Title: RE: Error Bars ( 95 % CI or SE)

Actually, it is a widespread myth that overlapping 95% CI's of two independent means indicate that the means are not significantly different at alpha=0.05. When the CI's do not overlap, the means are indeed significantly different at alpha=0.05, but when the CI do overlap this does NOT indicate that the means or not significantly different at that alpha level. Therefore you can question the informativeness of this method (it might be more informative to just give the effect size and its confidence interval).

For further reading, see attached pfd.

Best,

Jurriaan Witteman
PhD-student 

-----Oorspronkelijk bericht-----
Van: AUDITORY - Research in Auditory Perception namens Rowan D.
Verzonden: ma 12/19/2011 5:59
Aan: AUDITORY@xxxxxxxxxxxxxxx
Onderwerp: Re: Error Bars ( 95 % CI or SE)

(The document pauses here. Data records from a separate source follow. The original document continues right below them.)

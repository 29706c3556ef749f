import type { EntityManager } from '@mikro-orm/postgresql';
import {
  classifyFormula,
  classifyMany,
  type ClassifyManyResult,
} from '@/lib/chem/classify';
import { formationRate, FormationInputError } from '@/lib/chem/formation';
import { decideByLibrary, pickDecidingMeasurement } from '@/lib/chem/library-decision';
import { marcusCrossRate, MarcusInputError, type MarcusInput } from '@/lib/chem/marcus';
import { predictRoute, predictRoutes, RouteInputError } from '@/lib/chem/route';
import { planSequence, SequenceInputError } from '@/lib/chem/sequence-planner';
import { FormulaError, formulaProblemText, GeometryMismatchError, type Classification, type LibraryMeasurementRef } from '@/lib/chem/types';
import type { ClassifyRequest, FormationRequest, MarcusRequest, RouteRequest, SequenceRequest } from '@/lib/schemas/chem';
import { AppError } from '@/server/http/errors';
import { ligandSetKeyOf } from '@/server/modules/library/derive';
import { findLibraryCandidates } from '@/server/modules/library/measured.service';

/** Thin adapters from the engine's typed errors to the API's error shape. */
export function classify(request: ClassifyRequest) {
  const options = { temperatureC: request.temperatureC, geometry: request.geometry };
  if (request.formulas) return classifyMany(request.formulas, options);
  const formula = request.formula ?? '';
  try {
    return classifyFormula(formula, options);
  } catch (error) {
    if (error instanceof GeometryMismatchError) {
      throw new AppError('VALIDATION_FAILED', error.message, { geometry: error.message });
    }
    if (error instanceof FormulaError) {
      throw new AppError(
        'VALIDATION_FAILED',
        `The formula cannot be read: ${error.message}`,
        { formula: formulaProblemText(error.message, error.position) },
        { position: error.position },
      );
    }
    throw error;
  }
}

/**
 * Measured decides: each classified formula whose species (metal, oxidation state, ligand set) the
 * group holds accepted first-order rate measurements for is decided by the best of them
 * (lib/chem/library-decision.ts); the rest keep the engine's answer ('reference' or 'model').
 * One look-up per distinct species.
 */
export async function decideWithLibrary<T extends Classification | ClassifyManyResult[]>(em: EntityManager, groupId: string, answer: T): Promise<T> {
  const lookups = new Map<string, Promise<LibraryMeasurementRef | null>>();
  const decide = async (result: Classification): Promise<Classification> => {
    const key = `${result.metal}|${result.oxidationState}|${ligandSetKeyOf(result.ligands)}|${result.temperatureC}`;
    let found = lookups.get(key);
    if (!found) {
      found = findLibraryCandidates(em, result, groupId).then((candidates) => pickDecidingMeasurement(candidates, result.temperatureC + 273.15));
      lookups.set(key, found);
    }
    const ref = await found;
    return ref ? decideByLibrary(result, ref) : result;
  };
  if (Array.isArray(answer)) {
    // One after the other: a batch of up to 1000 formulas should not take the whole connection pool.
    const items: ClassifyManyResult[] = [];
    for (const item of answer) items.push('error' in item ? item : await decide(item));
    return items as T;
  }
  return (await decide(answer as Classification)) as T;
}

export function route(request: RouteRequest) {
  const options = { temperatureC: request.temperatureC, keepGivenRoles: request.keepGivenRoles };
  if (request.pairs) {
    return predictRoutes(request.pairs.map((pair) => [pair.oxidant, pair.reductant] as const), options);
  }
  try {
    return predictRoute(request.oxidant ?? '', request.reductant ?? '', options);
  } catch (error) {
    if (error instanceof RouteInputError) {
      throw new AppError(
        'VALIDATION_FAILED',
        `The ${error.field} cannot be read: ${error.message}`,
        { [error.field]: error.message },
        { position: error.position },
      );
    }
    throw error;
  }
}

/** Maps the CLI/API field names (dE, T, observed) onto the engine's. */
export function toMarcusInput(request: MarcusRequest): MarcusInput {
  return {
    k11: request.k11,
    k22: request.k22,
    deltaEV: request.dE,
    K12: request.K12,
    temperatureC: request.T,
    observedK12: request.observed,
    workTerms:
      request.ionicStrength !== undefined && request.charges
        ? { ionicStrengthM: request.ionicStrength, charges: request.charges }
        : undefined,
  };
}

const marcusFieldNames: Record<string, string> = { deltaEV: 'dE', temperatureC: 'T', observedK12: 'observed' };

export function marcus(request: MarcusRequest) {
  try {
    return marcusCrossRate(toMarcusInput(request));
  } catch (error) {
    if (error instanceof MarcusInputError) {
      const field = marcusFieldNames[error.field] ?? error.field;
      throw new AppError('VALIDATION_FAILED', `The Marcus input is not valid: ${error.message}`, { [field]: error.message });
    }
    throw error;
  }
}

const formationFieldNames: Record<string, string> = { ionicStrength: 'I', temperature: 'T', contactDistance: 'a' };

/** The Eigen–Wilkins estimate; engine input errors become 400s naming the field (and the character). */
export function formation(request: FormationRequest) {
  try {
    return formationRate(request.complex, request.ligand, { ionicStrengthM: request.I, temperatureC: request.T, contactDistanceAngstrom: request.a });
  } catch (error) {
    if (error instanceof FormationInputError) {
      const field = formationFieldNames[error.field] ?? error.field;
      throw new AppError(
        'VALIDATION_FAILED',
        `The ${field === 'complex' ? 'complex' : field === 'ligand' ? 'entering ligand' : field} cannot be used: ${error.message}`,
        { [field]: error.message },
        error.position !== null ? { position: error.position } : undefined,
      );
    }
    throw error;
  }
}

/** The square-planar sequence plan; input errors become 400s naming the start or the ligand at fault. */
export function sequence(request: SequenceRequest) {
  try {
    return planSequence(request.start, request.ligands);
  } catch (error) {
    if (error instanceof SequenceInputError) {
      throw new AppError(
        'VALIDATION_FAILED',
        `The ${error.field === 'start' ? 'start complex' : 'entering ligands'} cannot be used: ${error.message}`,
        { [error.field]: error.message },
        error.position !== null ? { position: error.position } : undefined,
      );
    }
    throw error;
  }
}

A belated addition: it is sometimes the case that neither the SEs nor the CIs of the means of two conditions are particularly important or informative (over and above a description of the distributions) but rather that the SE or CI of the mean *difference* between the two conditions is important and informative thing to present and discuss. Cheers, Daniel

From: AUDITORY - Research in Auditory Perception [mailto:AUDITORY@xxxxxxxxxxxxxxx] On Behalf Of Kim White
Sent: 11 December 2011 09:53
To: AUDITORY@xxxxxxxxxxxxxxx
Subject: Re: Error Bars ( 95 % CI or SE)

Coming back to the original question:
CI's are calculated with a formula with the CE in it... They are different ways of plotting the same results.

Best, Kim White
2011/12/11 Stuart Rosen <s.rosen@xxxxxxxxx<mailto:s.rosen@xxxxxxxxx>>
Let me put forward a dissenting opinion. What you should display in your graph is neither of these but a boxplot which will give a true picture of the distribution of values that you found rather than a statistical inference which depends as much on the number of participants you used as any difference in performance between the two groups. You are going to do a statistical test anyway (and you could quote an effect size) so why waste the opportunity to give more information?

Yours - Stuart Rosen


On 11/12/2011 01:18, Vijay M R Marimuthu wrote:
When we have a d' group result (between 2 experiments),
A. Which ERROR BAR is most appropriate to use (Binomial Distribution) ?
95 % confidence Interval or Standard Errors of the Mean.